## Assignment
Lines to return, exactly: from the line with "return found" to the line with "terms: dict[tuple[int, ...], int]" in the entries below, both included.

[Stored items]
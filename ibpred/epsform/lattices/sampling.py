"""Functions of eps over Q from samples at numeric eps modulo primes."""

from __future__ import annotations

from collections.abc import Callable, Hashable, Iterator, Sequence
from dataclasses import dataclass
from fractions import Fraction
from math import lcm
from random import Random

import flint

from ibpred.errors import ReconstructionError
from ibpred.exact.rational import Rational, Ring
from ibpred.reconstruct.lift import chinese_remainder, rational_number
from ibpred.reconstruct.univariate import Fraction_, rational_function

FIRST_COUNTS = (6, 9, 14, 20, 30, 44, 64, 96, 140, 200, 300)
"""Numbers of samples tried in turn at the first prime."""
PATIENCE = 12
"""Useless samples in a row after which a prime is given up."""


@dataclass(frozen=True)
class Sample:
    """Values at one eps, with the shape they belong to (degrees; must agree between samples)."""

    shape: Hashable
    values: tuple[int, ...]


Sampler = Callable[[int, int], "Sample | None"]
"""(eps, prime) -> sample, or None where this eps is useless."""
Shape = tuple[tuple[int, int], ...]


@dataclass(frozen=True)
class Reconstructed:
    """The functions of eps, and the shape of the samples they come from."""

    shape: Hashable
    functions: tuple[Rational, ...]


def reconstruct_in_eps(
    sampler: Sampler, primes: Sequence[int], seed: int, ring: Ring, subject: str
) -> Reconstructed:
    """Find the functions of eps behind a sampler.

    Parameters
    ----------
    sampler
        Values at numeric eps modulo a prime.
    primes
        Taken in order until the rational coefficients are stable.
    seed
        Of the sample points.
    ring
        Where the results live; has a variable ``eps``.
    subject
        For messages.

    Raises
    ------
    ReconstructionError
        If primes or samples do not suffice.
    """
    random = Random(seed)
    residues: list[int] | None = None
    modulus = 1
    shape: tuple[Hashable, Shape] | None = None
    for prime in primes:
        found = _at_prime(sampler, prime, random, shape, subject)
        if found is None:
            continue
        new_shape, coefficients = found
        if shape is not None and new_shape != shape:
            continue
        shape = new_shape
        residues = (
            coefficients if residues is None else chinese_remainder(residues, modulus, coefficients, prime)
        )
        modulus *= prime
        numbers = []
        for residue in residues:
            number = rational_number(residue, modulus)
            if number is None:
                break
            numbers.append(Fraction(*number))
        else:
            return Reconstructed(shape[0], _assembled(shape[1], numbers, ring))
    raise ReconstructionError(
        f"{subject}: {len(primes)} primes did not determine the coefficients as functions of eps; "
        "give more primes"
    )


def _stream(sampler: Sampler, prime: int, random: Random) -> Iterator[tuple[int, Sample]]:
    """Samples at fresh points of one prime, until too many in a row are useless."""
    used: set[int] = set()
    failures = 0
    while failures < PATIENCE:
        eps = random.randrange(2, prime)
        if eps in used:
            continue
        used.add(eps)
        sample = sampler(eps, prime)
        if sample is None:
            failures += 1
        else:
            failures = 0
            yield eps, sample


def _at_prime(
    sampler: Sampler, prime: int, random: Random, known: tuple[Hashable, Shape] | None, subject: str
) -> tuple[tuple[Hashable, Shape], list[int]] | None:
    """Degrees and coefficients modulo one prime; None where the prime is useless."""
    counts: Sequence[int] = FIRST_COUNTS
    if known is not None:
        counts = (max((n + d for n, d in known[1]), default=0) + 4,)
    groups: dict[Hashable, list[tuple[int, Sample]]] = {}
    stream = _stream(sampler, prime, random)
    for count in counts:
        while max(map(len, groups.values()), default=0) < count:
            item = next(stream, None)
            if item is None:
                return None
            groups.setdefault(item[1].shape, []).append(item)
        shape, group = max(groups.items(), key=lambda entry: len(entry[1]))
        fractions = _rational_functions(group, prime)
        if fractions is not None:
            degrees = tuple((n.degree(), d.degree()) for n, d in fractions)
            values = [int(c) for n, d in fractions for c in (*n.coeffs(), *d.coeffs())]
            return (shape, degrees), values
    if known is not None:
        return None
    raise ReconstructionError(
        f"{subject}: {counts[-1]} samples in eps do not determine its degree in eps; "
        "choose masters whose differential equation is simpler"
    )


def _rational_functions(group: Sequence[tuple[int, Sample]], prime: int) -> list[Fraction_] | None:
    nodes = [eps for eps, _ in group]
    size = len(nodes)
    powers = []
    for node in nodes:
        row = [1]
        for _ in range(size - 1):
            row.append(row[-1] * node % prime)
        powers.extend(row)
    vandermonde = flint.nmod_mat(size, size, powers, prime)
    rows = [sample.values for _, sample in group]
    width = len(rows[0])
    values = flint.nmod_mat(size, width, [v for row in rows for v in row], prime)
    images = vandermonde.solve(values).transpose().tolist() if width else []
    modulus = flint.nmod_poly([1], prime)
    for node in nodes:
        modulus = modulus * flint.nmod_poly([-node % prime, 1], prime)
    found = []
    for image in images:
        fraction = rational_function(modulus, flint.nmod_poly([int(c) for c in image], prime))
        if fraction is None:
            return None
        found.append(fraction)
    return found


def _assembled(degrees: Shape, numbers: Sequence[Fraction], ring: Ring) -> tuple[Rational, ...]:
    index = ring.index("eps")
    source = iter(numbers)

    def polynomial(degree: int) -> Rational:
        terms: dict[tuple[int, ...], int] = {}
        values = [next(source) for _ in range(degree + 1)]
        scale = lcm(*(value.denominator for value in values))
        for power, value in enumerate(values):
            if value:
                exponents = [0] * len(ring.names)
                exponents[index] = power
                terms[tuple(exponents)] = value.numerator * (scale // value.denominator)
        return ring.fraction(ring.context.from_dict(terms), ring.context.constant(scale))

    found = []
    for above, below in degrees:
        top = polynomial(above)
        found.append(top / polynomial(below))
    return tuple(found)
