"""Multiple polylogarithms: values as balls, special arguments, limits, fibration bases."""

## Output of the exercise
    return found


def _assembled(degrees: Shape, numbers: Sequence[Fraction], ring: Ring) -> tuple[Rational, ...]:
    index = ring.index("eps")
    source = iter(numbers)

    def polynomial(degree: int) -> Rational:
        terms: dict[tuple[int, ...], int] = {}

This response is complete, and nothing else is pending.